Gov. Walker has another problem: He has stated that the only way the project would be viable is if the State of Alaska owns it, because the State doesn’t have to be as profitable as private companies.

“If economically viable, it will be financed by long-term purchase contracts secured before the first piece of pipe is laid, not by the Permanent Fund,” he said last August. “This is how projects around the world are financed and Alaska’s will be no exception.

“The project team, which includes our industry partners, have spent several years and completed over $500 million in engineering, permitting and necessary work to complete pre-FEED.  Now is not the time to shelve that excellent work and start again at a future date,” he said.

Now, in his third year as governor, there are no partners. Has he actually set the project back?

AGDC BUDGET: RIPE FOR TAKING

AGDC, meanwhile, is sitting on its last $102 million that the Legislature agreed to last year, and the burn rate continues at an impressive rate on a project that most Alaskans express little faith in, according to a recent Alaska Chamber of Commerce poll.
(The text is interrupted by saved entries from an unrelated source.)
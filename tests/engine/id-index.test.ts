import { describe, expect, it } from "vitest";
import { IdIndex } from "@/lib/engine/id-index";
import { seededRandom } from "./helpers";

function randomIds(seed: number, count: number): { id: string }[] {
  const rand = seededRandom(seed);
  // A small alphabet and short ids give plenty of duplicates.
  return Array.from({ length: count }, () => ({
    id: Array.from({ length: 1 + Math.floor(rand() * 3) }, () => "abcN_1é"[Math.floor(rand() * 7)]).join(""),
  }));
}

function expectLikeMap(index: IdIndex, items: { id: string }[]): void {
  const map = new Map(items.map((item, i) => [item.id, i]));
  expect(index.size).toBe(map.size);
  for (const id of [...map.keys(), "", "missing", "zz", "N"]) {
    expect(index.get(id)).toBe(map.get(id));
    expect(index.has(id)).toBe(map.has(id));
  }
}

describe("IdIndex", () => {
  it("answers like a Map (last duplicate wins, missing ids undefined) for random ids", () => {
    for (let seed = 1; seed <= 30; seed++) {
      const items = randomIds(seed, Math.floor(seededRandom(seed)() * 400));
      expectLikeMap(new IdIndex(items), items);
    }
    expectLikeMap(new IdIndex([]), []);
  });

  it("stays correct when every id collides, and falls back to a Map on long probe runs", () => {
    const few = randomIds(7, 30);
    expectLikeMap(new IdIndex(few, () => 5), few);
    const many = Array.from({ length: 500 }, (_, i) => ({ id: `M${i % 300}` }));
    expectLikeMap(new IdIndex(many, () => 0), many);
  });
});
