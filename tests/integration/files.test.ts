// Attachments and calc sheet PDFs through the real route handlers, database and fake S3: a file attached to a job
// or a run downloads as the same bytes with the same sha256; every bad upload (empty, renamed, disallowed type,
// too large, a body cut off on the way, a run of another job) is a 4xx naming the problem with nothing stored;
// the calc sheet PDF is kept once per state of the sheet and served again without opening Chromium while nothing the
// sheet shows has changed (its key, read from the database), and a new seal, a sign-off or a withdrawal of the run's
// version (a banner on the sheet) gives a new one while the old is kept; the tables are append-only for the app's role.
import { createHash, randomBytes } from "node:crypto";
import { beforeAll, describe, expect, it } from "vitest";
import { and, eq } from "drizzle-orm";
import { db, pool } from "@/db";
import * as schema from "@/db/schema";
import type { Actor } from "@/lib/domain/actor";
import { runUseCase } from "@/lib/use-cases/run";
import { countPdfPages, sheetsOpened } from "@/lib/pdf/sheet-renderer";
import { SEALER_LOCK } from "@/lib/data/log";
import { forgetServerEnv } from "@/lib/server-env";
import { pdfPages } from "../support/pdf";
import { attachmentKey } from "@/lib/data/files";
import { getObject } from "@/lib/storage/s3";
import { POST as attachRoute } from "@/app/api/jobs/[jobNumber]/attachments/route";
import { GET as downloadRoute } from "@/app/api/attachments/[attachmentId]/route";
import { sealedInLog } from "./helpers/log";
import { GET as sheetPdfRoute } from "@/app/api/runs/[id]/sheet-pdf/route";
import { GET as keptPdfRoute } from "@/app/api/runs/[id]/sheet-pdfs/[pdfId]/route";
import { approveAndPublish, createStandard, saveDraft, submitDraft, withdrawVersion } from "@/lib/use-cases/standards";
import { getStandardBySlug, getVersion, listVersionsOf } from "@/lib/data/standards";
import { createRun } from "@/lib/use-cases/runs";
import { createCalc, prepareRevision } from "@/lib/use-cases/calcs";
import { refusalWrites, snapshotRows, expectRowsUnchanged } from "../support/snapshot";
import { matrixJob, matrixRun } from "./helpers/action-fixtures";
import { createTestUser, signInHeaders } from "./helpers/people";

const base = process.env.BETTER_AUTH_URL ?? "http://127.0.0.1:3000";
const sha256 = (bytes: Uint8Array) => createHash("sha256").update(bytes).digest("hex");
const params = (values: Record<string, string>) => ({ params: Promise.resolve(values) });
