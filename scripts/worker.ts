// The background worker (`npm start` and `npm test` start one; a deployment runs as many as it likes):
// sends queued e-mail with retries, and re-runs the runs of a batch after a withdrawal. Stops on SIGTERM/SIGINT, or when the set-up script that started it
// (--parent-pid) goes away. Run with tsx --conditions=react-server (it loads server-only modules).
import { startWorker } from "@/lib/jobs/worker";
import { processRerunJob } from "@/lib/use-cases/batch-reruns";

const url = process.env.DATABASE_URL;
if (!url) {
  console.error("worker: DATABASE_URL is not set (npm start and npm test set it)");
  process.exit(1);
}

const worker = await startWorker({ connectionString: url, handlers: { "rerun.item": processRerunJob } });

let stopping = false;
async function stop(): Promise<void> {
  if (stopping) return;
  stopping = true;
  const force = setTimeout(() => process.exit(0), 12_000);
  force.unref();
  await worker.stop().catch((error: unknown) => console.error("worker: stopping failed:", error));
  process.exit(0);
}
process.on("SIGINT", () => void stop());
process.on("SIGTERM", () => void stop());

const parentIndex = process.argv.indexOf("--parent-pid");
const parentPid = parentIndex > 0 ? Number(process.argv[parentIndex + 1]) : 0;
if (parentPid > 0) {
  setInterval(() => {
    try {
      process.kill(parentPid, 0);
    } catch {
      void stop(); // the set-up script is gone
    }
  }, 1000).unref();
}
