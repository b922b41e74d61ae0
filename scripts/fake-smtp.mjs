// Fake SMTP server for local runs and tests: accepts every message on loopback, keeps it in memory, and
// lists it through a small HTTP API (used by tests/support/mailbox.ts and the admin mailbox page).
//   node scripts/fake-smtp.mjs --smtp-port 2525 --api-port 2580 [--parent-pid N]
//   GET /messages → newest first [{ id, from, to, subject, text, html, date }]
//   GET /messages/:id, DELETE /messages, DELETE /messages/:id, GET /health
import http from "node:http";
import { parseArgs } from "node:util";
import { simpleParser } from "mailparser";
import { SMTPServer } from "smtp-server";
import { exitOnSignals, exitWithParent } from "./lib/watch-parent.mjs";

const { values } = parseArgs({
  options: {
    "smtp-port": { type: "string", default: "2525" },
    "api-port": { type: "string", default: "2580" },
    "parent-pid": { type: "string" },
  },
});
const smtpPort = Number(values["smtp-port"]);
const apiPort = Number(values["api-port"]);
const KEEP_AT_MOST = 1000;

/** @type {{ id: string, from: string, to: string[], subject: string, text: string, html: string, date: string }[]} */
let messages = [];
let nextId = 1;

const smtp = new SMTPServer({
  authOptional: true,
  disabledCommands: ["STARTTLS"],
  logger: false,
  banner: "Gusset fake SMTP",
  size: 25 * 1024 * 1024,
  onData(stream, session, callback) {
    simpleParser(stream)
      .then((parsed) => {
        const message = {
          id: String(nextId++),
          from: parsed.from?.text || session.envelope.mailFrom?.address || "",
          to: session.envelope.rcptTo.map((r) => r.address),
          subject: parsed.subject ?? "",
          text: parsed.text ?? "",
          html: typeof parsed.html === "string" ? parsed.html : "",
          date: new Date().toISOString(),
        };
        messages = [message, ...messages].slice(0, KEEP_AT_MOST);
        console.log(`received #${message.id} to ${message.to.join(", ")}: ${message.subject}`);
        callback();
      })
      .catch((error) => callback(error));
  },
});
smtp.on("error", (error) => console.error("smtp error:", error.message));

function sendJson(res, status, body) {
  res.writeHead(status, { "content-type": "application/json; charset=utf-8", "cache-control": "no-store" });
  res.end(JSON.stringify(body));
}

const api = http.createServer((req, res) => {
  const { pathname } = new URL(req.url ?? "/", "http://127.0.0.1");
  const one = /^\/messages\/([^/]+)$/.exec(pathname);
  if (req.method === "GET" && pathname === "/health") return sendJson(res, 200, { service: "gusset-fake-smtp", smtpPort });
  if (req.method === "GET" && pathname === "/messages") return sendJson(res, 200, messages);
  if (req.method === "DELETE" && pathname === "/messages") {
    messages = [];
    return sendJson(res, 200, { deleted: true });
  }
  if (one) {
    const found = messages.find((m) => m.id === decodeURIComponent(one[1]));
    if (!found) return sendJson(res, 404, { error: { code: "not_found", message: "No such message" } });
    if (req.method === "GET") return sendJson(res, 200, found);
    if (req.method === "DELETE") {
      messages = messages.filter((m) => m !== found);
      return sendJson(res, 200, { deleted: true });
    }
  }
  sendJson(res, 404, { error: { code: "not_found", message: "Unknown route" } });
});

smtp.listen(smtpPort, "127.0.0.1", () => {
  api.listen(apiPort, "127.0.0.1", () => {
    console.log(`fake SMTP on 127.0.0.1:${smtpPort}, mail API on http://127.0.0.1:${apiPort}`);
  });
});
api.on("error", (error) => {
  console.error("mail API error:", error.message);
  process.exit(1);
});

const stop = exitOnSignals(() => new Promise((resolve) => smtp.close(() => api.close(() => resolve()))));
exitWithParent(Number(values["parent-pid"]), stop);
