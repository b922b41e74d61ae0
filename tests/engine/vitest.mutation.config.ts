// The engine's tests alone, for mutation testing (`npm run mutation:engine`, stryker.config.mjs).
// The root vitest.config.ts holds three projects (unit, integration, browser); Stryker's vitest runner
// wants one plain project, and only the engine's own tests can kill a mutant in lib/engine.
import path from "node:path";
import { defineConfig } from "vitest/config";

const root = path.resolve(import.meta.dirname, "../..");

export default defineConfig({
  root,
  resolve: { alias: { "@": root } },
  test: {
    include: ["tests/engine/**/*.test.ts"],
    // The CLI test spawns `npm run analyze` in a child process, which Stryker's in-process
    // instrumentation cannot see; the CLI's own logic is covered through serialize.ts directly.
    exclude: ["tests/engine/cli.test.ts"],
    environment: "node",
    env: { GUSSET_MUTATION: "1" },
    setupFiles: ["tests/engine/mutation-setup.ts"],
    // Instrumented code runs several times slower; the 40 × 40 ordering test needs more than 5 s.
    testTimeout: 120_000,
  },
});
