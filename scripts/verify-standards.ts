/**
 * npm run verify-standards — runs every verification case of every starting standard (content/standards) on
 * the current engine and prints each case with its source; exits 1 if any version does not compile or any
 * case fails, so an engine change that breaks a published standard is seen before it lands.
 * The firm's own published versions (in the database) join this list when standards are stored there.
 */
import { compileStandard } from "../lib/standards";
import { runVerification } from "../lib/standards/verify";
import { engineIdentityLabel } from "../lib/engine";
import { startingStandardFiles } from "./lib/starting-standards";

let failed = 0;
let cases = 0;
console.log(`Verifying the starting standards on ${engineIdentityLabel()}`);
for (const { file, source } of startingStandardFiles()) {
  const compiled = compileStandard(source);
  if (!compiled.ok) {
    failed++;
    console.log(`\n✗ ${file}: does not compile`);
    for (const p of compiled.problems) console.log(`    line ${p.line ?? "?"}: ${p.path ? `${p.path}: ` : ""}${p.message}`);
    continue;
  }
  console.log(`\n${file} — ${compiled.standard.definition.title}`);
  for (const r of runVerification(compiled.standard)) {
    cases++;
    if (!r.pass) failed++;
    console.log(`  ${r.pass ? "✓" : "✗"} ${r.name}`);
    console.log(`      source: ${r.source}`);
    if (r.failure) console.log(`      could not evaluate: ${r.failure}`);
    for (const c of r.checks) {
      const error = c.relativeError === null ? "—" : c.relativeError.toExponential(1);
      console.log(
        `      ${c.pass ? "ok  " : "FAIL"} ${c.target}: relative error ${error} (tolerance ${c.tolerance})${c.message ? ` — ${c.message}` : ""}`,
      );
    }
  }
}
console.log(`\n${cases} cases, ${failed === 0 ? "all passed" : `${failed} failed`}.`);
process.exit(failed === 0 ? 0 : 1);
AGDC wants to spend all the money next year — Walker’s re-election year — for marketing and federal regulatory work. The word in the industry is that AGDC will file a permit application with the Federal Energy Regulatory Commission by April.

But as lawmakers look to cut services in a budget crisis, can they really afford to advance a $45-60 billion project that seems destined for failure?

As Alaskans ponder the Walker’s plan for an income tax, and as he pays the head of AGDC $750,000 a year, (and a dozen other employees a cool $200,000 plus, and benefits for all), is he moving the project forward? Or were the former partners — ConocoPhillips, BP and ExxonMobil — right when they said now is not the time?

Governor Walker has not yet issued a statement about REI’s departure from Alaska and what it means to his signature project.